import type { HeatingResult } from '#app/physics/model/heating.ts';
import type { ReconstructionResult } from '#app/physics/model/result.ts';
import type { Check, Grade, TestName, TestResult, TestSummary } from '#app/physics/model/tests.ts';
import { sunshineThresholdWm2 } from '#app/physics/constants.ts';
import { lateralToleranceM } from '#app/physics/lit.ts';
import { focusesForward } from '#app/physics/reach.ts';
import type { Sampling } from '#app/physics/uncertainty.ts';
import { roundSignificant, roundTo } from '#app/physics/units.ts';
import type { FocusOutcome } from './focus-result.ts';
import type { Setting } from './setting.ts';
import { lightReaches, type JudgedMinute } from './window.ts';

export interface Findings {
  readonly checks: readonly Check[];
  readonly totals: ReconstructionResult['totals'];
  readonly best: JudgedMinute | null;
  readonly focus: FocusOutcome | null;
  readonly heating: HeatingResult | null;
  readonly sampling: Sampling | null;
}

function failed(findings: Findings, test: TestName): Check | null {
  return findings.checks.find((check) => check.test === test && check.passed === false) ?? null;
}

function geometry(setting: Setting, findings: Findings): TestSummary {
  const { mark, reach, model } = setting;
  const { totals, best, sampling } = findings;
  const test = 'geometry';
  const miss = best?.miss ?? null;
  const margin = model === null || mark === null || reach === null || miss === null
    ? null
    : {
        value: roundSignificant(miss.lateralM * 1000, 3),
        low: roundSignificant(Math.min(sampling?.lateralM.low ?? miss.lateralM, miss.lateralM) * 1000, 3),
        high: roundSignificant(Math.max(sampling?.lateralM.high ?? miss.lateralM, miss.lateralM) * 1000, 3),
        unit: 'mm beside the mark',
        agreeFrom: 0,
        agreeTo: roundSignificant(lateralToleranceM(reach, mark, model.focusKind) * 1000, 3),
      };
  const contradiction = failed(findings, test);
  if (contradiction !== null) return { test, result: 'contradicts', sentence: contradiction.sentence, margin };
  if (totals.sunlit > 0) return { test, result: 'supports', sentence: `The focus lies on the mark in ${totals.sunlit} ${totals.sunlit === 1 ? 'minute' : 'minutes'} of the window.`, margin };
  if (totals.cannotTell === 0) return { test, result: 'contradicts', sentence: 'The mark is in focused sunlight at no minute of the window.', margin };
  if (model === null || mark === null) {
    return { test, result: 'inconclusive', sentence: `The ${model === null ? 'optic' : 'mark'} is unknown; only sun, skyline and opening were tested.`, margin };
  }
  return { test, result: 'inconclusive', sentence: `Survey error, refraction or an unknown skyline leave ${totals.cannotTell} ${totals.cannotTell === 1 ? 'minute' : 'minutes'} undecided.`, margin };
}

function weather(setting: Setting, findings: Findings): TestSummary {
  const test = 'weather';
  const shone = findings.checks.find((check) => check.id === 'sun-shone');
  const { series } = setting;
  if (series === null || shone === undefined) {
    return { test, result: 'not tested', sentence: 'No irradiance record was given; fluxes go by a clear sky.', margin: null };
  }
  const values = series.within(setting.startMs, setting.endMs).map((row) => row.dniWm2);
  const margin = values.length === 0
    ? null
    : {
        value: Math.round(values.reduce((sum, value) => sum + value, 0) / values.length),
        low: Math.round(Math.min(...values)), high: Math.round(Math.max(...values)),
        unit: 'W/m² direct', agreeFrom: sunshineThresholdWm2, agreeTo: null,
      };
  let result: TestResult = 'inconclusive';
  if (shone.passed === false) result = 'contradicts';
  else if (shone.passed === true && series.basis === 'measured') result = 'supports';
  return { test, result, sentence: shone.sentence, margin };
}

function energy(setting: Setting, findings: Findings): TestSummary {
  const test = 'energy';
  const { focus, heating, sampling } = findings;
  const { reach, material } = setting;
  if (focus === null || reach === null) return { test, result: 'not tested', sentence: 'Needs the optic, the mark and light on the optic.', margin: null };
  const flux = focus.hotSpotKwm2;
  const margin = {
    value: roundSignificant(flux.mid, 3),
    low: roundSignificant(Math.min(flux.low, sampling?.fluxKwm2.low ?? flux.low), 3),
    high: roundSignificant(flux.high, 3),
    unit: 'kW/m² on 5 mm', agreeFrom: roundSignificant(reach.thresholdKwm2, 3), agreeTo: null,
  };
  const contradiction = failed(findings, test);
  if (contradiction !== null) return { test, result: 'contradicts', sentence: contradiction.sentence, margin };
  if (findings.best === null || !lightReaches(findings.best)) {
    return { test, result: 'inconclusive', sentence: 'Light does not reach the optic in this window; the figures hold for an unobstructed sun.', margin };
  }
  const reached = heating?.outcomes.find((outcome) => outcome.answer === 'reached');
  if (reached !== undefined) return { test, result: 'supports', sentence: reached.sentence, margin };
  return { test, result: material === null ? 'not tested' : 'inconclusive', sentence: undecidedWords(heating), margin };
}

/** Why the energy test stays open: the material, what is not on file, or an effect that the likely case does not reach. */
function undecidedWords(heating: HeatingResult | null): string {
  if (heating === null) return 'The target material is unknown.';
  const [first] = heating.outcomes;
  if (first !== undefined && heating.outcomes.every((outcome) => outcome.timeS === null && outcome.answer === 'cannot tell')) return first.sentence;
  return 'In the likely case no effect is reached within the time that the spot rests on one point; in the most favourable case one may be.';
}

function markTest(setting: Setting, findings: Findings): TestSummary {
  const test = 'mark';
  const own = findings.checks.filter((check) => check.test === test);
  const contradiction = failed(findings, test);
  const needed = findings.focus?.result.trailMinutesAtLeast ?? null;
  const available = findings.totals.sunlit + findings.totals.cannotTell;
  const margin = needed === null || setting.mark === null || setting.mark.halfLengthM === 0
    ? null
    : { value: roundTo(needed, 1), low: roundTo(needed, 1), high: roundTo(needed, 1), unit: 'min of sun', agreeFrom: 0, agreeTo: available };
  if (contradiction !== null) return { test, result: 'contradicts', sentence: contradiction.sentence, margin };
  const passed = own.filter((check) => check.passed === true);
  const first = passed[0];
  if (first !== undefined) return { test, result: 'supports', sentence: first.sentence, margin };
  const line = own.find((check) => check.id === 'trail-time' && check.passed === null);
  if (line !== undefined) return { test, result: 'inconclusive', sentence: line.sentence, margin };
  return { test, result: 'not tested', sentence: 'Neither length nor direction of a trail was recorded.', margin };
}

export function summarise(setting: Setting, findings: Findings): readonly TestSummary[] {
  return [geometry(setting, findings), weather(setting, findings), energy(setting, findings), markTest(setting, findings)];
}

/** Grade words only: the engine states no cause. */
export function gradeOf(setting: Setting, findings: Findings, tests: readonly TestSummary[]): Grade {
  const refuted = findings.checks.filter((check) => check.passed === false).map((check) => check.sentence);
  const contradicted = tests.filter((summary) => summary.result === 'contradicts').map((summary) => summary.sentence);
  const against = [...new Set([...refuted, ...contradicted])];
  if (against.length > 0) return { word: 'inconsistent because', because: against };
  const missing: string[] = [];
  if (setting.model === null) missing.push('The optic is unknown.');
  if (setting.mark === null) missing.push('The place of the mark is unknown.');
  if (setting.model !== null && setting.reach === null && setting.mark !== null) {
    missing.push(focusesForward(setting.model) ? 'No sun of the window meets the working face of the optic.' : 'As described the optic spreads sunlight instead of focusing it; measure its curve again.');
  }
  if (missing.length > 0) return { word: 'cannot tell because', because: missing };
  const open = tests.filter((summary) => summary.result !== 'supports').map((summary) => `${summary.test}: ${summary.sentence}`);
  return open.length === 0 ? { word: 'consistent', because: [] } : { word: 'not refuted', because: open };
}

###

## Task prompt
Repeat the material word for word from its opening line up to and including the line containing "lightReaches, type JudgedMinute".

## Written solution
import type { HeatingResult } from '#app/physics/model/heating.ts';
import type { ReconstructionResult } from '#app/physics/model/result.ts';
import type { Check, Grade, TestName, TestResult, TestSummary } from '#app/physics/model/tests.ts';
import { sunshineThresholdWm2 } from '#app/physics/constants.ts';
import { lateralToleranceM } from '#app/physics/lit.ts';
import { focusesForward } from '#app/physics/reach.ts';
import type { Sampling } from '#app/physics/uncertainty.ts';
import { roundSignificant, roundTo } from '#app/physics/units.ts';
import type { FocusOutcome } from './focus-result.ts';
import type { Setting } from './setting.ts';
import { lightReaches, type JudgedMinute } from './window.ts';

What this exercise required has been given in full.